S3-07 Workflow for modeling of variable composition in multicomponent alloys: from high-throughput first-principles calculations to CALPHAD modeling

Workflow for modeling of variable composition in multicomponent alloys: from high-throughput first-principles calculations to CALPHAD modeling

XiaoYu Chong1, Jing Feng1, Shang Shunli2, Wang Yi2, Liu Zikui2

1 Key laboratory of material genetic engineering, Kunming University of Science and Technology, Kunming, Yunnan, China

2 Materials Genome Inc., State College, PA, 16803, USA


EXTENDED ABSTRACT: The key technical characteristics of high-throughput computing differ from traditional computing methods as following: realizing parallel and/or automatic calculation for 102~104 tasks; the integrated computing (ICME) method focuses on breaking through the bottleneck of material design/ computing cross-scales. The CALPHAD modeling and database are the basis of cross-scale modeling. Since the thermodynamic data obtained from DFT alone are not enough to accurately describe the phase boundary, experimental data should be introduced into Calphad modeling at the same time. Based on the above ideas, we developed a method and standard workflow for establishing a thermodynamic database based on raw data from high-throughput first-principles calculations and optimizing thermodynamic parameters through experimental phase boundary data and machine learning techniques. The first-principles software package DFTTK was developed to calculate the thermodynamic properties of 104 crystal structures at finite temperature. Through the self-developed thermodynamic modeling program ESPEI based on Markov chain Monte Carlo, the simultaneous automatic optimization was realized for multiple thermodynamic parameters of the high-order system. A developed tool is used to realize the automatic transfer of thermodynamic data between DFTTK and ESPEI. These workflow and software overcomes the traditional "snowball" effect of the previous thermodynamic modeling and reduce the threshold, which can be used to quickly establish the thermodynamic framework for rational design of new material.
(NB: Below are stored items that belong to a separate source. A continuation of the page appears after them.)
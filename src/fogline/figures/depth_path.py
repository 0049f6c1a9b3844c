"""Lyman-continuum optical depth from sources downwards."""

from __future__ import annotations

import numpy as np
from matplotlib import colormaps
from matplotlib.figure import Figure

from fogline.figures.bands import draw_band, table_band
from fogline.figures.inputs import FigureInputs
from fogline.figures.style import ONE_COLUMN, add_note, legend_above, new_figure, styled
from fogline.figures.transmission import MAP


@styled
def draw(inputs: FigureInputs) -> Figure:
    """Draw the optical depth against the redshift below each source.

    Parameters
    ----------
    inputs : FigureInputs

    Returns
    -------
    matplotlib.figure.Figure
    """
    table = inputs.tables["depth_path"]
    redshifts = np.unique(np.asarray(table["z_source"], float))
    shades = colormaps[MAP](np.linspace(0.0, 0.85, len(redshifts)))
    figure = new_figure(inputs, ONE_COLUMN, 2.6)
    axes = figure.subplots()
    top = 0.0
    for z, colour in zip(redshifts, shades, strict=True):
        rows = table[np.asarray(table["z_source"], float) == z]
        band = table_band(rows, "dz", "")
        top = max(top, float(band.median[-1]))
        draw_band(axes, band, colour=colour, label=f"$z = {z:g}$", outer="none")
    axes.axhline(1.0, color="0.5", linewidth=0.6)
    axes.set_xlim(0.0, float(table["dz"].max()))
    axes.set_ylim(0.0, min(1.05 * top, 4.0))
    axes.set_xlabel(r"redshift below the source $z_\mathrm{em} - z_{912}$")
    axes.set_ylabel("Lyman-continuum optical depth")
    legend_above(figure, axes)
    add_note(figure, ["68% bands. At a depth of one the unit-depth free path ends."])
    return figure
Brief Introduction of Speaker
XiaoYu Chong

Xiaoyu Chong is Ph.D in Engineering, Youth Talent Promotion Project of China Association for Science and Technology, and Research Assistant Professor at the Pennsylvania State University from 2016 to 2019. His research interest is high-throughput first-principle calculations coupling with CALPHAD modeling and machine learning for the design of noble metal materials, high temperature structural ceramics and coating. He is the member of Youth Editorial Committee of Rare Metals, member of Computational Materials Branch of China Materials Research Society. Up to now, he has published more than 80 papers on JACS, Acta Mater, Scripta Mater, APL and other journals as the first or corresponding author, including 4 cover articles and 1 editor’s choice paper.